While a tracking method is outside of the scope of this study, our simple approach allows to build trajectories of interacting mating worms (Fig. 5). Tracking these challenging C. elegans interactions opens up new possibilities of studying its behavior.

Discussion

In this work we present WormSwin, a deep learning approach for instance segmentation of microscopy images of C. elegans. Our method combines several recent improvements in deep learning and instance segmentation (Transformer Networks, HTC, Group Normalization, Weight Standardization, Soft-NMS) into a single approach trained end-to-end. WormSwin does not require any pre-processing of the image data, enabling researchers to directly apply it on their video or image data.

Together with our method we provide a large dataset of C. elegans images with instance mask annotations to help researchers develop better segmentation approaches in the future. The new dataset is by an order of magnitude larger compared to the BBBC010 dataset, enabling training deeper network architectures.

The small size of the BBBC010 benchmark dataset is a limiting factor to extensively train and test our method on this dataset. The accuracy of our method is lower on this dataset compared to the CSB-1 which might be attributed to the differences in the color intensities, size and appearance of C. elegans between the two datasets. Since retraining of WormSwin on a small amount of BBBC010 images improved the methods performance, we suggest that to accurately segment datasets differing from CSB-1 characteristics, a similar retraining is necessary.

Notably, our method shows a decrease in AP in the higher IoU threshold categories (e.g. Table 3\(\hbox {AP}_{0.80}\)). Despite this precision drop, the segmentation masks appear overall correct (Figs. 3, 4).
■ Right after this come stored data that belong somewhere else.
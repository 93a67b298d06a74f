"""Demo model-error study: one truth, several forecast models or treatments, paired by seed.

Every arm of a study file in experiments/model_error/ runs on the same truth and
observations (same seeds), so differences between arms are paired; the table
gives each arm's time-mean analysis RMSE with its 95% interval over replicates
and its paired difference to the study's reference arm.

    python experiments/model_error.py                                   # both studies
    python experiments/model_error.py experiments/model_error/weak_forcing.yaml --replicates 4
"""

import argparse
import glob
import os

import numpy as np
import yaml
from scipy import stats

import assimbench

FOLDER = os.path.join(os.path.dirname(os.path.abspath(__file__)), "model_error")


def load_study(path: str) -> dict:
    with open(path) as f:
        study = yaml.safe_load(f)
    missing = {"title", "common", "reference", "arms"} - set(study)
    if missing:
        raise SystemExit(f"{path}: missing keys {sorted(missing)}")
    if study["reference"] not in study["arms"]:
        raise SystemExit(f"{path}: reference {study['reference']!r} is not one of the arms")
    return study


def paired_interval(differences: np.ndarray) -> tuple:
    """Mean and 95% Student-t half-width of paired differences (nan half-width for one replicate)."""
    if differences.size < 2:
        return float(differences.mean()), float("nan")
    half = stats.t.ppf(0.975, differences.size - 1) * differences.std(ddof=1) / np.sqrt(differences.size)
    return float(differences.mean()), float(half)


def run_study(study: dict, replicates: int, cycles: int, burn_in: int) -> list:
    """Rows (arm, mean RMSE, half-width, paired difference, its half-width)."""
    length = [f"replicates={replicates}", f"cycles={cycles}", f"burn_in={burn_in}"]
    per_replicate = {}
    for arm, overrides in study["arms"].items():
        result = assimbench.run(list(study["common"]) + list(overrides) + length)
        per_replicate[arm] = np.asarray(result.per_replicate["rmse_analysis"])
    reference = per_replicate[study["reference"]]
    rows = []
    for arm, values in per_replicate.items():
        mean, half = paired_interval(values)
        difference, difference_half = paired_interval(values - reference)
        rows.append((arm, mean, half, difference, difference_half))
    return rows


def main() -> None:
    parser = argparse.ArgumentParser(description=__doc__.splitlines()[0])
    parser.add_argument("studies", nargs="*", help="study files (default: every file of experiments/model_error)")
    parser.add_argument("--replicates", type=int, default=3)
    parser.add_argument("--cycles", type=int, default=3000)
    parser.add_argument("--burn-in", type=int, default=500)
    args = parser.parse_args()
    for path in args.studies or sorted(glob.glob(os.path.join(FOLDER, "*.yaml"))):
        study = load_study(path)
        rows = run_study(study, args.replicates, args.cycles, args.burn_in)
        print(f"\n{study['title']}  ({args.replicates} replicates x {args.cycles} cycles, burn-in {args.burn_in})")
        print(f"  {'arm':<26}{'analysis RMSE (95%)':>22}{'minus ' + study['reference']:>30}")
        for arm, mean, half, difference, difference_half in rows:
            print(f"  {arm:<26}{mean:>12.3f} +- {half:<6.3f}{difference:>+20.3f} +- {difference_half:.3f}")


if __name__ == "__main__":
    main()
We therefore hypothesize that the major errors in the segmentation masks occur on the boundaries of the foreground area and further substantiate this by calculating accuracy metric that does not take into account boundary pixels. The reason for this type of error might be e.g. variation in human-generated labeling. We introduce blurring in the synthetic training data which might additionally change the appearance of the object contours. Despite these errors, individual C. elegans poses are captured by the predicted segmentation masks and can be subject to further quantitative analysis.

As a major future improvement of this work we see models exploring temporal information to improve segmentation of overlapping objects. Information on how C. elegans individuals arrive in a specific configuration is of great help in disentangling their postures. Previous work by Fontaine et al.41 model C. elegans using planar curves and Central Difference Kalman Filter (CDKF) to track multiple worms. This approach shows good results even when occlusion occurs. Similarly, Alonso et al.42 proposed a deep learning approach for detection and tracking in high density microscopy data, based on splines as shape descriptors. They test their approach on different dataset including videos of C. elegans and achieve high accuracy in dense scenes with a high degree of occlusion. Such methods are a step towards combining segmentation with tracking in a single training objective. While generating training datasets for multi-object tracking is a massive work burden, the accuracy of our segmentation approach allows to build preliminary trajectories in an automated fashion.